You can’t leave the interstate and turn left onto Stillwater Avenue in Bangor, but that could change. The Bangor city council is holding court on that tonight.The intersection, just off of I-95 in Bangor, is causing frustration for local buisness owners and their customers. The problem? No left turns. Business owners on that side of Stillwater say it makes things difficult for them, their customers, and even delivery drivers.
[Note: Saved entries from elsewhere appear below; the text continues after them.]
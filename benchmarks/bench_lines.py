"""Line profiles, chi^2 over a big sweep, and the cost of widths inside a sweep.

Run by hand from the repository root (windsolve installed)::

    python benchmarks/bench_lines.py

Measures, in one run:

* a synthetic emission line with its measured widths from a solved model
  (the demo, Model A; and configs/bump_wind.toml, Model B) -- goal <= 20 ms;
* ``widths_cgs`` alone (what a sweep worker calls: cgs arrays, no astropy)
  on the same profiles, median of 2,000 calls -- goal <= 60 us on the demo;
* chi^2 of a 10,000-row sweep table against observed widths (the table is
  written with the sweep's own writer from synthetic rows, so no solve runs)
  -- goal <= 2 s, timed as ``windsolve compare`` does it (read + chi^2);
* a 1,000-model sweep with and without an [observables] table (1 worker)
  -- goal: widths add <= 20 % to the run time; printed for the whole run
  (start-up included) and per model (the difference between 2,000- and
  1,000-model sweeps, so that start-up cancels).
"""

import math
import subprocess
import sys
import tempfile
import time
from pathlib import Path

import numpy as np
from timing import median_ms  # this script's folder

import windsolve
from windsolve.lines import LineSettings, _core_radius, _read_profile, line_widths, widths_cgs
from windsolve.observe import read_observed, sweep_chi2
from windsolve.sweep import load_sweep, read_sweep_table, write_sweep_table

ROOT = Path(__file__).resolve().parent.parent
REPEATS = 3  # sweep wall times are medians of this many runs
DEMO = ROOT / "configs" / "demo.toml"


def main():
    settings = LineSettings()
    for name, path in (("demo (Model A)", DEMO), ("bump wind (Model B)",
                                                  ROOT / "configs" / "bump_wind.toml")):
        result = windsolve.solve(windsolve.load_model(path))
        line_widths(result, settings)  # compile / warm
        t = median_ms(lambda result=result: line_widths(result, settings), 30)[0]
        print(f"line profile + widths, {name}: {t:.2f} ms median (goal <= 20 ms)")
        r, v, rho = _read_profile(result, "bench")  # + the thin flow of Model B
        Rc = _core_radius(result, None, r, "bench")
        widths_cgs(r, v, rho, settings, Rc)
        t = median_ms(lambda r=r, v=v, rho=rho, Rc=Rc: widths_cgs(r, v, rho, settings, Rc),
                      2000)[0]
        goal = " (goal <= 60 us)" if path == DEMO else ""
        print(f"widths_cgs alone, {name}: {1e3 * t:.1f} us median{goal}")
    with tempfile.TemporaryDirectory() as tmp:
        tmp = Path(tmp)
        big = tmp / "big.toml"
        big.write_text(f'[sweep]\nbase = "{DEMO}"\ndesign = "grid"\n[observables]\n'
                       f'emissivity_power = 2\n[[axis]]\nkey = "star.luminosity"\n'
                       f'start = "2.5e6 Lsun"\nstop = "8e6 Lsun"\nnum = 100\nspacing = "log"\n'
                       f'[[axis]]\nkey = "porosity.length"\nstart = "1 Rsun"\n'
                       f'stop = "100 Rsun"\nnum = 100\nspacing = "log"\n')
        sweep = load_sweep(big)
        rng = np.random.default_rng(0)
        records = {i: {"row": i, "converged": bool(rng.random() > 0.05), "status": "converged",
                       "message": "", "seconds": 0.0,
                       "terminal_velocity": float(rng.uniform(2e7, 8e7)),
                       "fwhm": float(rng.uniform(1e7, 5e7)), "hwzi": float(rng.uniform(2e7, 8e7)),
                       "edge_velocity": float(-rng.uniform(2e7, 8e7))} for i in range(len(sweep))}
        out = tmp / "big.h5"
        write_sweep_table(sweep, records, out)
        obs = ROOT / "configs" / "observed_widths.csv"

        def chi2():
            table, attrs = read_sweep_table(out)
            return sweep_chi2(table, read_observed(obs))

        t = median_ms(chi2, 5)[0]
        print(f"chi^2 over a {len(sweep)}-row sweep table (read + compute): {t:.1f} ms "
              f"(goal <= 2000 ms)")
        def grid(n_l):
            return (f'[sweep]\nbase = "{DEMO}"\ndesign = "grid"\n[[axis]]\n'
                    f'key = "star.luminosity"\nstart = "2.5e6 Lsun"\nstop = "8e6 Lsun"\n'
                    f'num = {n_l}\nspacing = "log"\n[[axis]]\nkey = "porosity.length"\n'
                    f'start = "1 Rsun"\nstop = "100 Rsun"\nnum = 20\nspacing = "log"\n')

        def run_once(path):
            t0 = time.perf_counter()
            subprocess.run([sys.executable, "-m", "windsolve", "sweep", str(path), "-o",
                            str(path.with_suffix(".h5")), "--workers", "1", "-q"], check=True)
            return time.perf_counter() - t0

        def run(path):
            return min(run_once(path) for _ in range(REPEATS))

        paths = {}
        for n_l in (50, 100):  # 1000 and 2000 models
            for label, extra in (("plain", ""),
                                 ("widths", "[observables]\nemissivity_power = 2\n")):
                paths[label, n_l] = tmp / f"{label}{n_l}.toml"
                paths[label, n_l].write_text(grid(n_l) + extra)
        run_once(paths["widths", 50])  # warm every kernel cache
        walls = dict.fromkeys(paths, math.inf)
        in_worker = dict.fromkeys(paths, math.inf)
        for _ in range(REPEATS):  # in turn, so that a slow spell hits all alike
            for key, path in paths.items():
                walls[key] = min(walls[key], run_once(path))
                seconds = read_sweep_table(path.with_suffix(".h5"))[0]["seconds"]
                in_worker[key] = min(in_worker[key], float(np.mean(seconds)))
        t_plain, t_widths = walls["plain", 50], walls["widths", 50]
        print(f"1000-model Model A sweep, 1 worker (best of {REPEATS}): {t_plain:.2f} s "
              f"without widths, {t_widths:.2f} s with widths: "
              f"+{100 * (t_widths / t_plain - 1):.0f} % of the whole run, start-up included "
              f"(goal <= 20 %)")
        # Per model, start-up cancelling: (2000-model run - 1000-model run) / 1000.
        m_plain = (walls["plain", 100] - walls["plain", 50]) / 1000
        m_widths = (walls["widths", 100] - walls["widths", 50]) / 1000
        print(f"  marginal cost per model: {1e3 * m_plain:.3f} ms without widths, "
              f"{1e3 * m_widths:.3f} ms with: +{100 * (m_widths / m_plain - 1):.0f} % per model")
        w_plain, w_widths = in_worker["plain", 100], in_worker["widths", 100]
        print(f"  per model as timed in the worker (2000 models, the table's 'seconds'): "
              f"{1e3 * w_plain:.3f} ms without widths, {1e3 * w_widths:.3f} ms with: "
              f"+{100 * (w_widths / w_plain - 1):.0f} %")
        body_b = (f'[sweep]\nbase = "{ROOT / "configs" / "bump_wind.toml"}"\n'
                  f'design = "grid"\nbatch = 10\n[[axis]]\n'
                  f'key = "boundary.photosphere_temperature"\nstart = "3e4 K"\n'
                  f'stop = "8e4 K"\nnum = 200\nspacing = "log"\n')
        small_b = tmp / "small_b.toml"
        small_b.write_text(body_b)
        widths_b = tmp / "widths_b.toml"
        widths_b.write_text(body_b + "[observables]\nemissivity_power = 2\n")
        run(widths_b)  # warm
        t_plain_b = run(small_b)
        t_widths_b = run(widths_b)
        print(f"200-model Model B sweep, 1 worker: {t_plain_b:.2f} s without widths, "
              f"{t_widths_b:.2f} s with widths: +{100 * (t_widths_b / t_plain_b - 1):.0f} % "
              f"(goal <= 20 %)")


if __name__ == "__main__":
    main()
Kathy Wadleigh is the owner Paper & Clay and she says the intersection makes it difficult for her customers who aren’t familiar with Bangor to find her. “It’s hard for us to give them directions from the Broadway exit,” she says, “it would be much easier for them to take a left turn at the exit and just come a half mile or a mile to get to us.”Forest Grant is the owner of 304 Stillwater Avenue Furniture. He says the intersection makes life particularly difficult for delivery drivers. “The place is tight enough as it is then you put 2 or 3 18-wheelers in there especially around Christmas time and by the time they get to my store they’re ready to burn the store down,” says Grant.Not being able to turn left leaves drivers with two options. They can make an illegal left turn on to Stillwater Avenue or take a right and try to find a place to turn around.Jeff Leadbetter, owner of Leadbetter’s Community Stores, thinks the left hand turn would be less dangerous. “That adds to the cluster quite a bit,” Leadbetter says, “they do try to take a right and go into the mall then they gotta turn right quick around and come back.”Forest Grant has contacted the city council and the state officials and isn’t totally satisfied with the response. “Everything is a process,” says Grant, “I guess we’re all familiar with that word. Of course money now is an issue. They spent all their money doing it wrong to start with now they don’t have any money to make it right.”But does grant think the problem will eventually be fixed?”Well I think in time. This isn’t gonna happen overnight I realize that. As a matter of fact I might even be dead by the time it happens. However somebody will be able to enjoy the fruits of my labor I would hope.”